The close relationship between the design of assessment and feedback and the effectiveness of learning has become more widely recognised. The impact of the National Student Survey, which has highlighted some of the deficiencies in assessment and feedback in higher education, has combined with extensive work on defining underpinning pedagogic principles or conditions for effective learning to prompt initiatives to enhance assessment and feedback in many institutions.
The Re-engineering Assessment Practices in Higher Education (REAP) project demonstrated successful large-scale re-engineering of assessment practices to deliver educational and efficiency benefits and showed the value of an approach based on articulated principles of good assessment and feedback. The REAP principles for formative assessment and feedback were developed through the project and in subsequent work, and are used within the JISC Effective Practice in a Digital Age publication which argues that technology is a valuable aid to putting the REAP principles into practice.
Assessment and feedback guidelines and principles have also been developed through other work, providing a wide choice of principles from which to select those which match most closely to an institution's mission and aspirations.

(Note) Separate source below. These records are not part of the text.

"""The bound on what was missed: it holds, fails as rarely as it says, and the energy bounds deterministically."""

from __future__ import annotations

import numpy as np
import pytest
import scipy.stats
from evidence_samples import cases, gaussian

from bigsvd.certify import CHAIN_FAILURE, ChainState, chain_bound, energy_bound, least_projection, missed


def outside_operator(seed: int, *, imaginary: bool, leading: float = 3.0) -> tuple[np.ndarray, float]:
    """M = (I−P)AᴴA(I−P) of a small matrix whose largest value outside P stands well apart, and ‖A(I−P)‖."""
    random = np.random.default_rng(seed)
    like = np.zeros(1, complex if imaginary else float)
    matrix = gaussian(random, 30, 12, like) / 6
    basis = np.linalg.qr(gaussian(random, 12, 4, like))[0]
    outside = np.eye(12) - basis @ basis.conj().T
    direction = outside @ gaussian(random, 12, 1, like)
    direction /= np.linalg.norm(direction)
    matrix = matrix @ outside
    matrix = matrix + leading * np.linalg.qr(gaussian(random, 30, 1, like))[0] @ direction.conj().T
    return matrix.conj().T @ matrix, float(np.linalg.norm(matrix, 2))


def chain(operator: np.ndarray, omega: np.ndarray, power: int, **parts: float) -> ChainState:
    """Apply the operator `power` times, with the scale kept apart as a logarithm."""
    logarithm = 0.0
    for _ in range(power):
        omega = operator @ omega
        norm = np.linalg.norm(omega, 2)
        omega, logarithm = omega / norm, logarithm + float(np.log(norm))
    return ChainState(power, logarithm, parts.pop("lost", 0.0), omega.shape[1], np.iscomplexobj(omega), **parts)


def failures(operator: np.ndarray, norm: float, power: int, vectors: int, trials: int) -> int:
    """How often the bound lies below ‖A(I−P)‖ over fresh test vectors."""
    random = np.random.default_rng(power)
    omega = _unit(random, trials * len(operator), vectors, operator).reshape(trials, len(operator), vectors)
    norms = np.linalg.svd(np.linalg.matrix_power(operator, power) @ omega, compute_uv=False)[:, 0]
    imaginary = np.iscomplexobj(operator)
    states = (ChainState(power, float(np.log(size)), 0.0, vectors, imaginary) for size in norms)
    return sum(chain_bound(state) < norm for state in states)


def _unit(random: np.random.Generator, rows: int, columns: int, like: np.ndarray) -> np.ndarray:
    """Test vectors as the engine draws them: entries of unit variance, real or complex."""
    block = gaussian(random, rows, columns, like)
    return block / np.sqrt(2) if np.iscomplexobj(block) else block


@pytest.mark.parametrize("imaginary", [False, True], ids=["real", "complex"])
@pytest.mark.parametrize("vectors", [1, 5, 20])
def test_least_projection_is_the_quantile_of_the_chi_square_law(vectors: int, imaginary: bool) -> None:
    law = scipy.stats.chi2(2 * vectors if imaginary else vectors)
    expected = np.sqrt(law.ppf(CHAIN_FAILURE) / (2 if imaginary else 1))
    assert least_projection(vectors, imaginary) == pytest.approx(expected, rel=1e-9)


def test_least_projection_of_ten_and_twenty_vectors_against_chi_square_tables(monkeypatch: pytest.MonkeyPatch) -> None:
    # Lower 0.5 % points of the chi-square law: 2.156 for 10, 7.434 for 20 degrees of freedom (Pearson and Hartley,
    # Biometrika Tables for Statisticians I, table 8; figures from memory).
    monkeypatch.setattr(missed, "CHAIN_FAILURE", 0.005)
    assert least_projection(10, False) ** 2 == pytest.approx(2.156, abs=5e-4)
    assert least_projection(20, False) ** 2 == pytest.approx(7.434, abs=5e-4)
    assert 2 * least_projection(10, True) ** 2 == pytest.approx(7.434, abs=5e-4)


@pytest.mark.parametrize("imaginary", [False, True], ids=["real", "complex"])
def test_chain_bound_holds_for_hundreds_of_bases(imaginary: bool) -> None:
    checked = 0
    for case in cases(repeats=1):
        if np.iscomplexobj(case.matrix) != imaginary:
            continue
        v = case.ritz_right
        part = case.matrix - (case.matrix @ v) @ v.conj().T
        norm, operator = float(np.linalg.norm(part, 2)), part.conj().T @ part
        if norm < 1e-10:
            continue
        random = np.random.default_rng(checked)
        for power in (1, 2, 3, 5):
            omega = _unit(random, len(operator), 20, operator)
            assert chain_bound(chain(operator, omega, power)) >= norm, f"{case.name}, power {power}"
            checked += 1
    assert checked > 100


@pytest.mark.parametrize("imaginary", [False, True], ids=["real", "complex"])
@pytest.mark.parametrize("power", [1, 2, 6])
def test_failures_are_no_more_frequent_than_stated(
    power: int, imaginary: bool, monkeypatch: pytest.MonkeyPatch
) -> None:
    probability, trials = 0.05, 3000
    monkeypatch.setattr(missed, "CHAIN_FAILURE", probability)
    operator, norm = outside_operator(5, imaginary=imaginary)
    count = failures(operator, norm, power, 3, trials)
    # Beyond this count a frequency of 5 % is refused at 1e-6 (binomial law).
    assert count <= scipy.stats.binom.ppf(1 - 1e-6, trials, probability)


@pytest.mark.parametrize("imaginary", [False, True], ids=["real", "complex"])
def test_failures_are_as_frequent_as_stated_once_one_direction_is_left(
    imaginary: bool, monkeypatch: pytest.MonkeyPatch
) -> None:
    # At a high power ‖T_s‖ is σ^{2s}‖vᴴΩ‖, so the bound fails exactly when the chi-square variable is below
    # its quantile: a wrong factor between real and complex, or a lost degree of freedom, shows here.
    probability, trials = 0.05, 3000
    monkeypatch.setattr(missed, "CHAIN_FAILURE", probability)
    operator, norm = outside_operator(6, imaginary=imaginary)
    count = failures(operator, norm, 12, 3, trials)
    low, high = scipy.stats.binom.ppf([1e-6, 1 - 1e-6], trials, probability)
    assert low <= count <= high


def test_higher_powers_tighten_the_bound() -> None:
    operator, norm = outside_operator(7, imaginary=False)
    omega = np.random.default_rng(8).standard_normal((len(operator), 20))
    bounds = [chain_bound(chain(operator, omega, power)) for power in (1, 2, 4, 8)]
    assert bounds == sorted(bounds, reverse=True)
    assert bounds[-1] < 1.2 * norm


def test_what_was_lost_on_the_way_widens_the_bound() -> None:
    operator, _ = outside_operator(9, imaginary=False)
    omega = np.random.default_rng(10).standard_normal((len(operator), 20))
    whole = chain_bound(chain(operator, omega, 2))
    assert chain_bound(chain(operator, omega, 2, lost=0.5)) == pytest.approx(whole * 1.5**0.25, rel=1e-12)
    assert chain_bound(chain(operator, omega, 2, shrink=0.25)) == pytest.approx(whole * 4**0.25, rel=1e-12)


def test_no_power_bounds_nothing_and_nothing_left_bounds_by_zero() -> None:
    assert chain_bound(ChainState(0, 0.0, 0.0, 20, False)) == np.inf
    assert chain_bound(ChainState(3, 0.0, 0.0, 0, False)) == np.inf
    assert chain_bound(ChainState(3, -np.inf, 0.0, 20, False)) == 0.0


def test_scale_of_the_matrix_is_no_obstacle_to_high_powers() -> None:
    operator, norm = outside_operator(11, imaginary=False)
    omega = np.random.default_rng(12).standard_normal((len(operator), 20))
    for scale in (1e-100, 1e100):
        bound = chain_bound(chain(operator * scale**2, omega, 6))
        assert bound / scale == pytest.approx(chain_bound(chain(operator, omega, 6)), rel=1e-9)
        assert bound >= norm * scale


def test_energy_left_bounds_what_is_outside() -> None:
    for case in cases(repeats=2):
        v = case.ritz_right
        norm = float(np.linalg.norm(case.matrix - (case.matrix @ v) @ v.conj().T, 2))
        bound = energy_bound(case.evidence.energy, case.evidence.theta, 1e-14 * case.evidence.energy, 0.0)
        assert bound >= norm * (1 - 1e-12) - 1e-14, case.name


def test_energy_bound_widens_by_the_rounding_of_both_sides() -> None:
    theta = np.array([3.0, 2.0])
    assert energy_bound(14.0, theta, 0.0, 0.0) == pytest.approx(1.0)
    assert energy_bound(14.0, theta, 3.0, 0.0) == pytest.approx(2.0)
    assert energy_bound(14.0, theta, 0.0, 0.5) == pytest.approx(np.sqrt(14 - 2.5**2 - 1.5**2))
    assert energy_bound(12.9, theta, 0.0, 0.0) == 0.0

The document below summarises a selection of published principles and provides links to the sources of the work.
David Nicol has produced some supporting information on the formulation and use of assessment and feedback principles. Further information on the strategic approach to transformational change taken by the REAP project, using assessment as a driver, is available in Nicol and Draper (2009) ‘A blueprint for transformational organisational change in higher education’.